The sizeof() function (int n = sizeof(a)) gives 32 because array 'a' contains 8 elements & each element is of 'int' type whose size is 4 byte in memory thats why it returns 32 in 'n' variable.so you must divide the value of 'n' with the size of integer.

Secondly the index of array starts with the zero '0' to one less than the length of array not with the 1 to length of array .

Try the below code ! I am also attach the output of the code .

#include <stdio.h>
#include <iostream>

using namespace std;

int main()
{
    int a[8] = { -5, 7, 1, 0, 3, 0, 5, -10 };
    int b[8];
    int n = sizeof(a)/sizeof(int);

    for (int i = 0; i < n; i++) {
        if (a[i]>3) {
            b[i] = a[i] + 3;
        }
        else {
            b[i] = a[i];
        }

    }
    for (int i = 0; i < n; i++)
        cout << b[i]<<endl;

    return 0;
}

Answer 2

The statement in your program int n=size(a) returns the total bytes occupied in memory for a. i.e int occupies 4 bytes and a is an array contains 8 elements so 8X4 = 32 .but while accessing the array elements using loop you are specifying i<=n meains i<=32 but there is only 8 elements but you are trying to access 32 elements which indicates that you are trying to access the elements more than 8.

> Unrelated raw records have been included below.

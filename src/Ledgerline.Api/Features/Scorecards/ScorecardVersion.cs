namespace Ledgerline.Api.Features.Scorecards;

/// <summary>
/// One immutable points table. Only the lifecycle columns (status and who/when of approval and
/// retirement) ever change after registration; the content is fixed by its hash.
/// </summary>
public sealed class ScorecardVersion
{
    public long Id { get; set; }

    public long ScorecardId { get; set; }

    public Scorecard? Scorecard { get; set; }

    /// <summary>1, 2, 3… per scorecard, given by the server.</summary>
    public int Number { get; set; }

    public VersionStatus Status { get; set; }

    /// <summary>SHA-256 (hex) of the canonical JSON in <see cref="Content"/>.</summary>
    public required string ContentHash { get; set; }

    /// <summary>The canonical JSON of the points table.</summary>
    public required string Content { get; set; }

    public DateTimeOffset RegisteredAt { get; set; }

    public required string RegisteredBy { get; set; }

    public DateTimeOffset? ApprovedAt { get; set; }

    public string? ApprovedBy { get; set; }

    public DateTimeOffset? RetiredAt { get; set; }

    public string? RetiredBy { get; set; }

    public VersionBaseline? Baseline { get; set; }
}

/// <summary>Lifecycle of a version: only approved versions take traffic.</summary>
public enum VersionStatus
{
    Draft = 0,
    Approved = 1,
    Retired = 2,
}
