namespace Ledgerline.Api.Features.Scorecards;

/// <summary>
/// What a version looked like on its development sample, kept as aggregates only (the sample
/// rows are never stored). Stability and performance reports compare live figures with it.
/// </summary>
public sealed class VersionBaseline
{
    public long VersionId { get; set; }

    /// <summary>The aggregates as JSON (see <c>BaselineAggregates</c>).</summary>
    public required string Aggregates { get; set; }

    public DateTimeOffset AttachedAt { get; set; }

    public required string AttachedBy { get; set; }
}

exeutes the following code

#include <iostream>
using namespace std;
int main()
{
  int a[8] = {-5, 7, 1, 0, 3, 0, 5, -10};
  int b[8];
  int n=sizeof(a);
  cout<<"\n Value of n is : "<<n;
  return 0;
 }

Output Value of n is : 32

if you specify the exact number of array size your program will work properly.

#include <iostream>
using namespace std;
int main()
{
  int a[8] = {-5, 7, 1, 0, 6, 0, 8, -10};
  int b[8];
  for( int i=1; i<8; i++) 
     {
      if  (a[i]>3) 
         {
            b[i] = a[i] + 3;
         }
     else 
        {
           b[i]= a[i];
        }
     }
   cout<<"\n Values in a array";
   cout<<"\n -----------------\n";
   for (int i = 1; i <8; i++)
       cout << "\t"<<a[i];
   cout<<"\n Values in b array";
   cout<<"\n -----------------\n"; 
   for (int i = 1; i <8; i++)
       cout << "\t"<<b[i];
   return 0;
 }

OUTPUT

Values in a array                                                                                                                             
-----------------                                                                                                                             
  7       1       0       6       0       8       -10                                                                                              
Values in b array                                                                                                                             
---------------          
  10      1       0       9       0       11      -10                                          

I hope that you understand the concept.Thank you

Answer 3

Your int n = sizeof(a); doesn't works as you intend. I think you want to get the size of array (i.e. 8). But you gets the size in bytes of elements (e.g. 32, integer size or could be different depending of your system's architecture).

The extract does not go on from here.